WF10, intended for use as adjunctive treatment, is a chemically stabilized chloride matrix called tetrachlorodecaoxygen (TDCO). Studies to date suggest that WF10, administered intravenously, is safe in patients with HIV and that it may be especially useful in moderate to advanced AIDS. By promoting phagocytosis and reducing macrophage production of TNF-alpha, WF10 may slow AIDS progression and reduce the likelihood of opportunistic infections.

Based on phase II trials by Immune Response Corporation, Remune (HIV-1 immunogen) is a promising adjunctive therapy using inactivated virus to restore HIV-specific immune responses, with positive effects on viral load and on counts of CD4 helper T lymphocytes.

Vaccines designed to prevent AIDS rather than to slow its progression are AIDSVAX B/B and AIDSVAX B/E, both in phase III development by VaxGen. An alternate approach to prevention is the spermicidal microbicide BufferGel (polyacrylic acid), in phase III development by ReProtect.
By reducing the alkalinity of semen, this product tends to kill sperm and to inactivate pathogens including HIV, HPV, herpes, syphilis and gonorrhea. Data on the anti-HIV activity of BufferGel are expected in 2005.

Complications of AIDS include lipodystrophy syndrome associated with HAART, for which Ark Therapeutics is in phase II testing of EG005, a drug that reduces cellular levels of Angiotensin II and thereby increases mitochondrial efficiency. Drugs targeting AIDS-related dementia for which phase II testing is completed include CPI-1189 from Centaur Pharmaceuticals and memantine from Forest Laboratories.

CPI-1189, an oral drug that potentially inhibits neuroinflammation, has safely produced statistically and clinically significant cognitive improvements in AIDS dementia in double-blind, placebo-controlled clinical studies lasting five months. Memantine, which modulates N-methyl-D-aspartate (NMDA) receptor activity, has been used to treat other types of dementia, with rapid and lasting improvement in cognitive, psychological, social and motor impairments. Animal models including transgenic mice suggest the applicability of this drug to AIDS dementia, for which clinical trials are ongoing.
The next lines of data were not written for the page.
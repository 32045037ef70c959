// SPDX-License-Identifier: GPL-3.0-or-later
#pragma once

#include <Eigen/Core>
#include <complex>
#include <string>
#include <string_view>
#include <vector>

#include "ident/models/transfer_function.h"

namespace hoverwright::ident {

/// One parameter of a structure.
struct ParameterSpec {
  std::string name;          ///< as in files: effectiveness, damping, motor_lag, reaction_lead, delay
  std::string unit;          ///< per unit of (normalised) demand for the effectiveness
  bool logarithmic = false;  ///< positive by construction, fitted as its logarithm
  double typical_low = 0.0, typical_high = 0.0;
};

struct AxisNumbers;

/// Axis model: a rational function with distinct real poles times a delay,
///   rate_damped     K / (s + a)
///   rate_motor_lag  K / ((s + a)(T s + 1))
///   yaw_reaction    K (T_z s + 1) / ((s + a)(T s + 1))
///   heave_accel     K s / ((s + a)(T s + 1))
///   climb_rate      K / ((s + a)(T s + 1))
/// each times exp(-delay·s). `delay` is the total effective delay: the hold's half sample is included.
/// Parameters in the order effectiveness K, damping a, motor_lag T, reaction_lead T_z, delay (those a
/// structure has).
class Structure {
 public:
  /// @throws Failure (bad_input) naming the nearest known structure.
  static const Structure& find(std::string_view name);
  static std::vector<std::string> names();

  [[nodiscard]] const std::string& name() const { return name_; }
  [[nodiscard]] const std::vector<ParameterSpec>& parameters() const { return parameters_; }
  /// Position of a parameter in `parameters()`.
  [[nodiscard]] Eigen::Index index_of(
      std::string_view parameter) const;  ///< @throws Failure (bad_input) if absent
  [[nodiscard]] bool has_parameter(std::string_view parameter) const;
  /// "K / ((s + a)(T s + 1)) exp(-delay s)" for screens.
  [[nodiscard]] const std::string& formula() const { return formula_; }

  /// Zeros, poles, gain and delay of the continuous model (delay as given, half sample included).
  [[nodiscard]] TransferFunction transfer_function(const Eigen::VectorXd& parameters) const;

  /// H(jω) with the total delay; optionally dH/dθ (points × parameters).
  Eigen::VectorXcd continuous_response(const Eigen::VectorXd& parameters, const Eigen::VectorXd& frequency_hz,
                                       Eigen::MatrixXcd* jacobian = nullptr) const;

  /// Exact response from demand samples to output samples when the demand is held between samples at
  /// `sample_rate_hz` (zero-order hold) and delayed by delay - half a sample, any fraction of a sample. A
  /// first-order block c/(s+p) delayed by τ contributes c z^-(d+1) [φ(m) + z^-1 (φ(Δ) - φ(m))] / (1 - e^{-pΔ}
  /// z^-1), φ(x) = (1 - e^{-px})/p, d = floor(τ/Δ), m = (d+1)Δ - τ (modified z-transform, Åström &
  /// Wittenmark, Computer-Controlled Systems, ch. 2). Analytic Jacobian on request. Continuous in the delay;
  /// where the delayed step response starts with a slope (one pole more than zeros) the derivative by the
  /// delay jumps at whole samples, and the value from the right is given there.
  Eigen::VectorXcd sampled_response(const Eigen::VectorXd& parameters, const Eigen::VectorXd& frequency_hz,
                                    double sample_rate_hz, Eigen::MatrixXcd* jacobian = nullptr) const;

 private:
  enum class Numerator { one, rate, lead };  // 1, s, T_z s + 1

  Structure(std::string name, std::string formula, Numerator numerator,
            std::vector<ParameterSpec> parameters);
  static const std::vector<Structure>& all();
  /// Sizes and signs checked. @throws Failure (bad_input)
  [[nodiscard]] AxisNumbers numbers(const Eigen::VectorXd& parameters) const;

  std::string name_;
  std::string formula_;
  Numerator numerator_;
  std::vector<ParameterSpec> parameters_;
};

}  // namespace hoverwright::ident
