// SPDX-License-Identifier: GPL-3.0-or-later
#pragma once

#include <Eigen/Core>

#include "ident/spectra/frequency_response.h"
#include "ident/spectra/segments.h"

namespace hoverwright::ident {

/// Where the excitation's energy in each line's main lobe lies. To first order in the slope of G
///   a = Σ Y_k R_k* / Σ|R_k|² = G + j G' κ,  κ = Σ R_k* D_k / Σ|R_k|²,  D = excitation_slope (G' per radian
///   per sample).
struct EnergyOffset {
  /// -Im κ · N/2π: the energy lies so many lines above the line, and the point belongs there. Zero in the
  /// middle of a sweep; at its start the energy lies above the lines (on a roll axis 12 % of error at the
  /// starting frequency becomes 2 %).
  Eigen::VectorXd lines;
  /// Re κ · N/2π: what is left where the first or last windows of a record see a sweep's end on one flank
  /// only.
  Eigen::VectorXd flank;
};

EnergyOffset energy_offset(const SegmentSpectra& spectra);

/// Raises the noise of a response by what the windows' finite resolution leaves: where G bends within the
/// main lobe, the average over the lobe errs by G''/2 times the window's second moment; for energy spread
/// evenly over the windows (Σ w w'' / Σ w² = -(4/3)(π/N)²) that is one sixth of the second difference of the
/// points; the flank term adds j · flank times their slope per line. The square of both in the direction [1,
/// -Ĥ], in units of the noise, averaged over seven lines and less what the noise itself brings there, is the
/// factor added. An allowance for a bias, not a correction: in calm air it decides, in gusts it vanishes.
/// `flank` has one entry per point.
void allow_for_resolution(const Eigen::VectorXd& flank, FrequencyResponse& response);

}  // namespace hoverwright::ident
Although significant progress in available antiretroviral therapy has reduced the number of AIDS deaths, drugs identified in this pipeline should continue to improve the outlook for AIDS patients. New antiretroviral drugs may improve tolerability and compliance while reducing HIV resistance; fusion proteins prevent HIV entry into the cell; and immune modulators work synergistically to reduce viral load. For patients with chronic infection, drugs in development may reduce chronic complications such as lipodystrophy and dementia. The ultimate goal is prevention, whether through vaccination or topical microbicide, for those individuals at high risk.